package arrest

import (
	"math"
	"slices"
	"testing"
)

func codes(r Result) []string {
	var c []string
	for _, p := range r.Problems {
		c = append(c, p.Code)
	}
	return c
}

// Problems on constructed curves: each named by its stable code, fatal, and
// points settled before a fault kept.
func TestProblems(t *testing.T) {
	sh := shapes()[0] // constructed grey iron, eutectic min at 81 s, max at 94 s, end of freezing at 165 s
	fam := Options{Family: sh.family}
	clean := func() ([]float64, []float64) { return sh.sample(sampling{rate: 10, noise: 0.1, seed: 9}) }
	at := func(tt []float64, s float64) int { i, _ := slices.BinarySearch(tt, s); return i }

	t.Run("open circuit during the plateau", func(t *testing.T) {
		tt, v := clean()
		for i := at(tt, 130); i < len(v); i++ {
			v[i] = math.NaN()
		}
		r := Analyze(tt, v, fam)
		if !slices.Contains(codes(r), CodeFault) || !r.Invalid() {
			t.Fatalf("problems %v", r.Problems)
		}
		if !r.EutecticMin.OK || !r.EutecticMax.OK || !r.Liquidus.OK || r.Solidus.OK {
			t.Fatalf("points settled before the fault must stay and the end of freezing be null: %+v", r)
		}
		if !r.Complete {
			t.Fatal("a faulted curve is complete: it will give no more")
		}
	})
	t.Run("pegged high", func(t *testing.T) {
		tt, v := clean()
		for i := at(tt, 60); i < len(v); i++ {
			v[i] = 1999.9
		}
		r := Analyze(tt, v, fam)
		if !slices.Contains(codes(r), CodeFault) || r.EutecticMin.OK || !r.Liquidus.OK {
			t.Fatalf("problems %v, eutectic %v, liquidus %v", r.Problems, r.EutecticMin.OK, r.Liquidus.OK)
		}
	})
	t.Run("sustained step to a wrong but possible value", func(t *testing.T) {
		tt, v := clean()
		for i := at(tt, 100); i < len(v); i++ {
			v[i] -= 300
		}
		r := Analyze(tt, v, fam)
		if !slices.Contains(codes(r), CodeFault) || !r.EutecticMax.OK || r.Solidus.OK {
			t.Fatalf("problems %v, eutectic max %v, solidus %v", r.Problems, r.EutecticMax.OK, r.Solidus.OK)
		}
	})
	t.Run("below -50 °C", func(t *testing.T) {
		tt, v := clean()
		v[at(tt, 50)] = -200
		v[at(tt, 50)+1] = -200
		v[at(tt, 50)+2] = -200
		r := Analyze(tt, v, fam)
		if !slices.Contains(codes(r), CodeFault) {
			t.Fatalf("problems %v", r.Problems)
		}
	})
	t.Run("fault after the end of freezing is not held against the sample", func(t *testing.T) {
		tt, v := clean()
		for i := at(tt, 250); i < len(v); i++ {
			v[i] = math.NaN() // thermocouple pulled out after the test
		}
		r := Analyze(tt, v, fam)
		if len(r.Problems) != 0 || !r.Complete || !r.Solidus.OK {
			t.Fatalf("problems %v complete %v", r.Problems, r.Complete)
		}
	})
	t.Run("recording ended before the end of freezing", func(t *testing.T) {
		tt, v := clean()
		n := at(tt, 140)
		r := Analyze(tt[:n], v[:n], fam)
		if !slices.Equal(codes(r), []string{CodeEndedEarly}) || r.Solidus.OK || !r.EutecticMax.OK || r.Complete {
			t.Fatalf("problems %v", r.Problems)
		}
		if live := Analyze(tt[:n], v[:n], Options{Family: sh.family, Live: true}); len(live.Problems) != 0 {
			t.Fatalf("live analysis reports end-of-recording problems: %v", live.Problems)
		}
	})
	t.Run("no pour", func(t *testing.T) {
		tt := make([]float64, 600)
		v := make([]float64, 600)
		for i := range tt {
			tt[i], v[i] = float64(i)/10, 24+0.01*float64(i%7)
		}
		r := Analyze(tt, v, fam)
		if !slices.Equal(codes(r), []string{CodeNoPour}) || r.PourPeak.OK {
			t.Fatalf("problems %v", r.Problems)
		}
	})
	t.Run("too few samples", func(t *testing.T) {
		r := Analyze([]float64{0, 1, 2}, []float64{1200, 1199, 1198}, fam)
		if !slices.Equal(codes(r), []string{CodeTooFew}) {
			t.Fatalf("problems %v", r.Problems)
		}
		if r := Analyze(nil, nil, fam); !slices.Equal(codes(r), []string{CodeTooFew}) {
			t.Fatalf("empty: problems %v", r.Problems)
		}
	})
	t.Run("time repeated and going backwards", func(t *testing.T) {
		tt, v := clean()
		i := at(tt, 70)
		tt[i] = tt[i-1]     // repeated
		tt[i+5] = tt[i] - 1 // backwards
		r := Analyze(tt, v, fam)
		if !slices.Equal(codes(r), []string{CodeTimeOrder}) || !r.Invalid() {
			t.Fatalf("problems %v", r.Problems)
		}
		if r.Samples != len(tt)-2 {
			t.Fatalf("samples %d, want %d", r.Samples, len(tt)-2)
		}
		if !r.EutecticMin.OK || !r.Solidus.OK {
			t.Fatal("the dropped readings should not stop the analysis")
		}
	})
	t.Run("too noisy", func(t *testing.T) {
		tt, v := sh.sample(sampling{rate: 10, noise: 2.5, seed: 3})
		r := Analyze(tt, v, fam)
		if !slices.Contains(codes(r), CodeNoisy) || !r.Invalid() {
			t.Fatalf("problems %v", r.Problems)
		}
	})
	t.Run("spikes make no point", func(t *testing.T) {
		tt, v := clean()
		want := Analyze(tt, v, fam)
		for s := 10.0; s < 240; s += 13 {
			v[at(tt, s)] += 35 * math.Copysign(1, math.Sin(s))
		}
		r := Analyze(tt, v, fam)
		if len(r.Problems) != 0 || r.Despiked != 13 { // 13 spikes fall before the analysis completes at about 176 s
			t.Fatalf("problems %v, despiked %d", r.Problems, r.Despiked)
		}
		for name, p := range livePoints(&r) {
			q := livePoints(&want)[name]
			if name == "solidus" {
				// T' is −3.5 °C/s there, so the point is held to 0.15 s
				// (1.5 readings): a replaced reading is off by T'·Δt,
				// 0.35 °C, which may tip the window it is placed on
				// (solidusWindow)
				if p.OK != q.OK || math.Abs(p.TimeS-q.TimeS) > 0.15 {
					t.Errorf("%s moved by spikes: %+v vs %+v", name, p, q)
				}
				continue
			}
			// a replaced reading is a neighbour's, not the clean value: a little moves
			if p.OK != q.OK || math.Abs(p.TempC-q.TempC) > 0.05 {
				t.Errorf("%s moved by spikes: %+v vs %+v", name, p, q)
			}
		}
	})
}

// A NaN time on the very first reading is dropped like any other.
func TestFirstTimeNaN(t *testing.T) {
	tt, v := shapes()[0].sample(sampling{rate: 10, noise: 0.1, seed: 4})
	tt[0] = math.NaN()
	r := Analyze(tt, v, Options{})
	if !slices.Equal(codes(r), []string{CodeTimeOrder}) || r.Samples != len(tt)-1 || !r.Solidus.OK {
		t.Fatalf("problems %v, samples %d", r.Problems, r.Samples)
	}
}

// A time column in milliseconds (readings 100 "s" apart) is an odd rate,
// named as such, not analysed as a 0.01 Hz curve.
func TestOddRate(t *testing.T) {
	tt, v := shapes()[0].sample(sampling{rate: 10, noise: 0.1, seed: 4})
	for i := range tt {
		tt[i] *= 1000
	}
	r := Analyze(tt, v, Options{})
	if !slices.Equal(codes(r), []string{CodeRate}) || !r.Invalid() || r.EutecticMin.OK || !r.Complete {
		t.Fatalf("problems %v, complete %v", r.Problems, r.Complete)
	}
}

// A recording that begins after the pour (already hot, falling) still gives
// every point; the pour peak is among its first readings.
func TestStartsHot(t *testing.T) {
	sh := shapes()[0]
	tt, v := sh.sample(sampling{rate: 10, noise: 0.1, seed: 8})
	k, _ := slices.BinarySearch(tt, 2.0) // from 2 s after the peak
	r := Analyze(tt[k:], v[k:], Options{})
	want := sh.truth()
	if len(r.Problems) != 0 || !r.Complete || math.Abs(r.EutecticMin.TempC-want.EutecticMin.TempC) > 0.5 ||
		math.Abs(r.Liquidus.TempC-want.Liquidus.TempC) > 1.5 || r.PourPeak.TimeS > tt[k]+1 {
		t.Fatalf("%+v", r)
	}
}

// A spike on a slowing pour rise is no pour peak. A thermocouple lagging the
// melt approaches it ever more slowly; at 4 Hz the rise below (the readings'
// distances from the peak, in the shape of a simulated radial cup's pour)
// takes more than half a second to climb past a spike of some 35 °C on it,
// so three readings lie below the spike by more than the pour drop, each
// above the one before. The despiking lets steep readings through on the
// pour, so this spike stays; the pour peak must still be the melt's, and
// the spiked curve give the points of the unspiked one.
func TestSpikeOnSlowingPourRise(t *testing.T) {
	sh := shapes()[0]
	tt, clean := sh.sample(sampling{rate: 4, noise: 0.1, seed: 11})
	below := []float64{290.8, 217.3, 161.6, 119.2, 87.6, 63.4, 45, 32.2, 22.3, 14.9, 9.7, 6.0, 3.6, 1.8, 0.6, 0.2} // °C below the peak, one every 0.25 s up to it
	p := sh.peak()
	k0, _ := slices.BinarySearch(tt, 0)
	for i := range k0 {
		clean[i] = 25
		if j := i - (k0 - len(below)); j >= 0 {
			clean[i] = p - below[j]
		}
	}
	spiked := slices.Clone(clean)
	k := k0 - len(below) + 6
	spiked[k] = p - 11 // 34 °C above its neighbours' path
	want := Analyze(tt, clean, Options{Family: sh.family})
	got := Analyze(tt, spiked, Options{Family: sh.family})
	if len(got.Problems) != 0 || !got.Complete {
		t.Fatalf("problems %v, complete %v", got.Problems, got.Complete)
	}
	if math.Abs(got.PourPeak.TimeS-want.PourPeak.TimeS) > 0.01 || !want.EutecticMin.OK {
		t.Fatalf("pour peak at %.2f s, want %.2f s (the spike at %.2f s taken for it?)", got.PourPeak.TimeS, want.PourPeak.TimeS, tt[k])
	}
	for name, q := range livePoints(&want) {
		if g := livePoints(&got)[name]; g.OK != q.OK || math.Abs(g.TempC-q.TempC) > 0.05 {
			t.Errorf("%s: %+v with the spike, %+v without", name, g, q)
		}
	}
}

#### YOUR INSTRUCTIONS:
Check each line of the data for the word "more", then state only how many lines hold it.

#### RESPONSE BELOW:
4